An Economy where People Matter
From Antonio G Tonin, East London
Your editorial “An economic revolution?” (July 15) was very thought-provoking, and is asking for a radically serious and different form of economics from what prevails today.

“In blunt language Richard Layard says the human race has lost the plot” (CNS photo/Carlo Allegri, Reuters)
I think Pope Francis describes this very comprehensively and clearly in Laudato Si’, and he is echoing what the economist EF Schumacher said 50 years ago: that the study of economics should be as if people mattered.
At about the same time, the Club of Rome, under the leadership of its founder, Aurelio Peccei, was already promoting the thinking along similar lines of sharing the limited world resources more equitably across all nations.
This was again brought to the fore in 2007 by Richard Layard in his book on happiness, where he basically says people today are no happier now than they were 50 years ago, notwithstanding all the technological and scientific advances that have taken place.
In blunt language Layard says the human race has lost the plot. It has lost the reason for being on this earth, and it is time to look inward into one’s own soul to find the real reason. He suggests that the meditation practices of all the great religions of the world would be a good place to start.

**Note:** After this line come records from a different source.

describe("clearance geometry by direction and suspension state", () => {
  it("upward, at ride height, full stuff and full lock: the tread rises by the radius change, 444.5 − 401.4 = 43.1 mm", () => {
    for (const state of ["ride-height", "full-stuff", "full-lock"] as const) {
      const p = predictClearance({ direction: "upward", state, distanceMm: 50.8, measuredWith: CUR }, P35);
      expect(p.predictedMm).toBeCloseTo(50.8 - 43.1, 9);
      expect(p.basis).toBe("radius");
    }
  });

  it("full lock, bumper corner 300 mm above the hub: the farthest tread corner's sweep about the steering axis grows 81.60 mm", () => {
    // Plan view at 300 mm above the hub: the tread's half-length is √(R² − 300²)
    //   CUR √(401.4² − 300²) = √71 121.96 = 266.687;  P35 √(444.5² − 300²) = √107 580.25 = 327.994.
    // Outer corner from the axis (25 mm inboard of the hub face): CUR 107.5 + 25 = 132.5, P35 165.67 + 25 = 190.67.
    //   r(CUR) = √(266.687² + 132.5²) = √88 678.2 = 297.789;  r(P35) = √(327.994² + 190.67²) = √143 935.3 = 379.388.
    // Change 379.388 − 297.789 = 81.599 mm (the radius change alone would say 43.1).
    const p = predictClearance({ direction: "fore-aft", state: "full-lock", heightMm: 300, distanceMm: 38.1, measuredWith: CUR }, P35);
    expect(p.changeMm).toBeCloseTo(-81.599, 2);
    expect(p.predictedMm).toBeCloseTo(38.1 - 81.599, 2);
    expect(p.status).toBe("contact");
    expect(p.basis).toBe("sweep-farthest");
    // The same point at hub height: √(401.4² + 132.5²) = 422.703 → √(444.5² + 190.67²) = 483.669, +60.965 mm.
    const hub = predictClearance({ direction: "fore-aft", state: "full-lock", distanceMm: 38.1, measuredWith: CUR }, P35);
    expect(hub.changeMm).toBeCloseTo(-60.965, 2);
  });

  it("full lock, frame rail (inboard): the inner tread corner's sweep grows with the diameter, not just the inner reach", () => {
    // Inner corner from the axis: CUR 157.5 − 25 = 132.5, P35 141.67 − 25 = 116.67; at hub height
    //   r(CUR) = √(401.4² + 132.5²) = 422.703, r(P35) = √(444.5² + 116.67²) = √211 192.1 = 459.556: +36.853 mm.
    // 1-1/4 in = 31.75 mm measured → −5.10 mm: contact, where the inner reach alone (+14.54 mm room) said clear.
    const p = predictClearance({ direction: "inboard", state: "full-lock", distanceMm: 31.75, measuredWith: CUR }, P35);
    expect(p.predictedMm).toBeCloseTo(31.75 - 36.853, 2);
    expect(p.status).toBe("contact");
    expect(p.basis).toBe("sweep-inner");
    // Outboard at lock uses the outer corner: +60.965 mm at hub height.
    const out = predictClearance({ direction: "outboard", state: "full-lock", distanceMm: 80, measuredWith: CUR }, P35);
    expect(out.predictedMm).toBeCloseTo(80 - 60.965, 2);
    expect(out.basis).toBe("sweep-outer");
  });

  it("full lock at 300 mm above the hub, inboard: √(266.687² + 132.5²) = 297.789 → √(327.994² + 116.67²) = 348.127, +50.338 mm", () => {
    const p = predictClearance({ direction: "inboard", state: "full-lock", heightMm: 300, distanceMm: 60, measuredWith: CUR }, P35);
    expect(p.changeMm).toBeCloseTo(-50.338, 2);
  });

  it("the steering axis from kingpin inclination and scrub: d = offset + scrub + R·tan(KPI)", () => {
    // LT285/70R17 on 17x8.5 +18: D = 431.8 + 2 × 199.5 = 830.8 mm (ISO 4000-1), R = 415.4;
    // KPI 12°, zero scrub: 18 + 415.4 × tan 12° = 18 + 415.4 × 0.212557 = 106.296 mm inboard of the hub face.
    const g = { tire: "LT285/70R17", wheel: { diameterIn: 17, widthIn: 8.5, offsetMm: 18 } };
    expect(steeringAxisInboardMm(g, { kingpinInclinationDeg: 12 })).toBeCloseTo(106.296, 2);
    // With 20 mm of scrub (axis meets the ground 20 mm inboard of the contact patch centre): 126.296.
    expect(steeringAxisInboardMm(g, { kingpinInclinationDeg: 12, scrubRadiusMm: 20 })).toBeCloseTo(126.296, 2);
    // KPI 0, no scrub: through the tire's centre line, 18 mm inboard (offset +18).
    expect(steeringAxisInboardMm(g)).toBe(18);
    // Moving the axis inboard grows the outer corner's arm: at lock the same swap closes more.
    const near = predictClearance({ direction: "fore-aft", state: "full-lock", distanceMm: 38.1, measuredWith: CUR }, P35);
    const far = predictClearance({ direction: "fore-aft", state: "full-lock", distanceMm: 38.1, measuredWith: CUR }, P35, {
      steeringAxisInboardMm: 120,
    });
    // √(401.4² + 227.5²) = 461.384 → √(444.5² + 285.67²) = 528.376: +66.99 mm
    expect(far.changeMm).toBeCloseTo(-66.99, 1);
    expect(far.predictedMm).toBeLessThan(near.predictedMm);
  });

  it("a lateral point with no height: the worst place beside the sidewall or up to 45° over the shoulder corner", () => {
    // Upper control arm 22 mm inboard; P35B reaches 165.67 − 157.5 = 8.17 mm further inboard and its
    // corner rises 43.1 mm. Beside the sidewall: 22 − 8.17 = 13.83 (clear). At 45° over the inner
    // corner the part sits 22 cos 45° = 15.556 inboard of it and 15.556 above; the corner moves 8.17
    // inboard and 43.1 up, passing above the part: the gap becomes 15.556 − 8.17 = 7.386 mm (tight).
    const p = predictClearance({ direction: "inboard", distanceMm: 22, measuredWith: CUR }, P35B);
    expect(p.predictedMm).toBeCloseTo(7.386, 2);
    expect(p.status).toBe("tight");
    expect(p.basis).toBe("shoulder");
    expect(predictClearance({ direction: "inboard", distanceMm: 22, measuredWith: CUR, heightMm: 0 }, P35B).predictedMm).toBeCloseTo(
      13.83,
      9,
    );
  });

  it("the fender lip takes the height gained: outboard 1 in, the corner moves 58.17 out and 43.1 up", () => {
    // Part at angle φ over the outer corner, 25.4 mm away; the planned corner is at (58.17, 43.1) from
    // the measured one, so the part is inside the planned section for every φ ≤ 45°; the deepest is
    // where both escapes are equal: sin φ − cos φ = (43.1 − 58.17)/25.4 → φ = 20.195°,
    // depth 58.17 − 25.4 cos 20.195° = 34.332 mm (beside at hub height: 25.4 − 58.17 = −32.77).
    const p = predictClearance({ direction: "outboard", distanceMm: 25.4, measuredWith: CUR }, P35);
    expect(p.predictedMm).toBeCloseTo(-34.332, 2);
    expect(p.status).toBe("contact");
    // With the lip's height known, above the measured tread: 420 mm (18.6 above R = 401.4) at 25.4 mm
    // → 17.297 mm out from the corner (√(25.4² − 18.6²)); the P35 section reaches 165.67 out and 444.5 up:
    // the part is 40.87 mm inside its side and 24.5 mm below its top: −24.5 mm.
    const lip = predictClearance({ direction: "outboard", distanceMm: 25.4, heightMm: 420, measuredWith: CUR }, P35);
    expect(lip.predictedMm).toBeCloseTo(-24.5, 2);
    expect(lip.basis).toBe("corner");
  });

  it("fore/aft with the wheel straight: −ΔR along the radius, or the chord at a given height", () => {
    expect(
      predictClearance({ direction: "fore-aft", state: "ride-height", distanceMm: 50, measuredWith: CUR }, P35).predictedMm,
    ).toBeCloseTo(50 - 43.1, 9);
    // 300 mm above the hub, measured level: 327.994 − 266.687 = 61.307 mm closer.
    const p = predictClearance({ direction: "fore-aft", state: "full-stuff", heightMm: 300, distanceMm: 50, measuredWith: CUR }, P35);
    expect(p.predictedMm).toBeCloseTo(50 - 61.307, 2);
    expect(p.basis).toBe("chord");
  });

  it("every direction and state predicts the measured gap unchanged with the same setup", () => {
    for (const direction of ["inboard", "outboard", "upward", "fore-aft"] as const) {
      for (const state of ["ride-height", "full-stuff", "full-lock"] as const) {
        for (const heightMm of [undefined, 0, 250]) {
          const p = predictClearance({ direction, state, heightMm, distanceMm: 17, measuredWith: CUR }, CUR);
          expect(p.predictedMm, `${direction} ${state} ${heightMm}`).toBeCloseTo(17, 9);
        }
      }
    }
  });

  it("refuses a height outside the measured tire and a bad state, naming the field", () => {
    expect(() =>
      predictClearance({ direction: "fore-aft", state: "full-lock", heightMm: 401.4, distanceMm: 10, measuredWith: CUR }, P35),
    ).toThrow(/heightMm/);
    expect(() => predictClearance({ direction: "outboard", heightMm: 440, distanceMm: 10, measuredWith: CUR }, P35)).toThrow(/heightMm/);
    expect(() => predictClearance({ direction: "upward", state: "parked" as never, distanceMm: 10, measuredWith: CUR }, P35)).toThrow(
      /state/,
    );
    expect(() =>
      predictClearance({ direction: "upward", distanceMm: 10, measuredWith: CUR }, P35, { steeringAxisInboardMm: Number.NaN }),
    ).toThrow(/steeringAxisInboardMm/);
  });

  it("never returns NaN or Infinity for any direction, state and height (property)", () => {
    const metric = STANDARD_SIZES.filter((s) => s.system === "metric" && s.rimDiameterIn === 17);
    fc.assert(
      fc.property(
        fc.constantFrom(...metric),
        fc.integer({ min: -40, max: 40 }),
        fc.constantFrom("inboard", "outboard", "upward", "fore-aft" as const),
        fc.constantFrom("ride-height", "full-stuff", "full-lock" as const),
        fc.option(fc.double({ min: -390, max: 390, noNaN: true }), { nil: undefined }),
        fc.double({ min: 0, max: 1000, noNaN: true }),
        (size, offset, direction, state, heightMm, gap) => {
          const planned = { tire: size, wheel: { diameterIn: 17, widthIn: 8, offsetMm: offset } };
          const lateralAbove = heightMm !== undefined && Math.abs(heightMm) > 401.4 && gap < Math.abs(heightMm) - 401.4;
          fc.pre(!lateralAbove);
          expect(nonFinite(predictClearance({ direction, state, heightMm, distanceMm: gap, measuredWith: CUR }, planned))).toEqual([]);
        },
      ),
      { numRuns: 400 },
    );
  });

  it("the shoulder's worst place equals a dense search over the arc (property; plane geometry)", () => {
    // Brute force: the part at angle φ on the arc of radius g about the measured corner (0 … 45°,
    // 20 001 steps) or beside the sidewall, its signed distance to the planned section by cases.
    const sd = (y: number, z: number, a: number, b: number) =>
      y <= a && z <= b ? -Math.min(a - y, b - z) : Math.hypot(Math.max(0, y - a), Math.max(0, z - b));
    fc.assert(
      fc.property(
        fc.double({ min: 0, max: 80, noNaN: true }),
        fc.double({ min: -60, max: 80, noNaN: true }),
        fc.double({ min: -60, max: 80, noNaN: true }),
        (g, a, b) => {
          const p = prepareClearance({ direction: "outboard", distanceMm: g, measuredWith: CUR });
          const got = predictPreparedMm(p, { radiusMm: 401.4 + b, innerSwingMm: 157.5, outerSwingMm: 107.5 + a });
          let brute = g - a;
          for (let k = 0; k <= 20000; k++) {
            const phi = (k / 20000) * (Math.PI / 4);
            brute = Math.min(brute, sd(g * Math.cos(phi), g * Math.sin(phi), a, b));
          }
          expect(got).toBeLessThanOrEqual(brute + 1e-9);
          expect(got).toBeGreaterThanOrEqual(brute - 1e-3);
        },
      ),
      { numRuns: 300 },
    );
  });
});
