:func:`linear_order` lays out the leaves of the affinity hierarchy, so every
cluster of every level occupies a contiguous range of positions. Bottom-up, the
children of each merged cluster are placed side by side in the order of a walk
of the tree of edges picked when they merged (rule 8 of :mod:`partition.rules`:
from one end of a longest path, shallow branches first), each turned end for
end when needed so that the node anchoring it to its tree parent faces that
parent. Given the graph, clusters are then turned once more, top level first,
to face the neighbours they have edges to (rule 10). Components come in the
order of rule 7. Cutting this line into ``k`` pieces of equal weight is the
balanced partition of Aydin, Bateni & Mirrokni (WSDM 2016). The walks are numba
kernels over each round's picked-edge forest; the layout is array work over
the nodes per level, O(n log n) in all.

:func:`spectral_order` is a second embedding for graphs that fit one machine:
within each component, nodes sorted by the Fiedler vector of the normalised
Laplacian (Pothen, Simon & Liou 1990; the random-walk scaling ``D^{-1/2} y`` of
Shi & Malik 2000), with the sign and tie rules of rule 9. Large components start
LOBPCG from the Fiedler vector of a coarse level of their affinity hierarchy
(a multilevel start, Barnard & Simon 1994) plus a seeded random vector.
"""

from __future__ import annotations

import warnings

import numba
import numpy as np
import scipy.sparse as sp
from scipy.sparse.csgraph import connected_components

from partition.errors import ParameterError
from partition.rules import canonical_labels

__all__ = ["linear_order", "orient_clusters", "orient_levels", "orientation_scores", "positions", "forest_walk",
           "spectral_order"]

_DENSE_LIMIT = 300  # components up to this size use a dense eigensolver
_COARSE_LIMIT = 800  # largest coarse problem solved densely
_LOBPCG_ITERS = 60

One very salient point Layard also makes is that human beings are happiest when they are helping someone else.
He gives a constructive economic outline (edited here) of the way world economics could be managed in the most ethical and moral way:
- We should monitor the development of happiness as closely as we monitor the development of income.
- We should rethink our attitudes on many standard issues. On taxes, we should recognise the role they play in preserving the work-life balance. On performance-related pay, we should worry about its tendency to encourage the rat race. On mobility, we should consider its tendency to increase crime and weaken families and communities.
- We should spend more time helping the poor, especially in the third world.
- We should spend more on tackling mental illness. This is the greatest source of misery in the West. Psychiatry should be a top branch of medicine, not one of the least prestigious.
- To improve family life, we should introduce more family-friendly practices at work: more flexible hours, more parental leave and easier access to childcare.
- We should elevate the professions of teaching, nursing and policing, regarding them as the pillars of life support of the community and not just as an unfortunate necessary expense.
- We should eliminate high unemployment.
- To fight the constant escalation of wants, we should prohibit commercial advertising to children, as in Sweden. We should also cut tax allowances for pictorial advertising to adults by business.
- Finally, and perhaps most importantly, we need better education, including moral education. We should teach the principles of morality as established truths essential for a meaningful life. We should teach the systematic practice of empathy, and the desire to serve others.
I hope this will initiate further discussion among all Catholics and others, for the purposes of adding increasing, influential weight to the message of Pope Francis.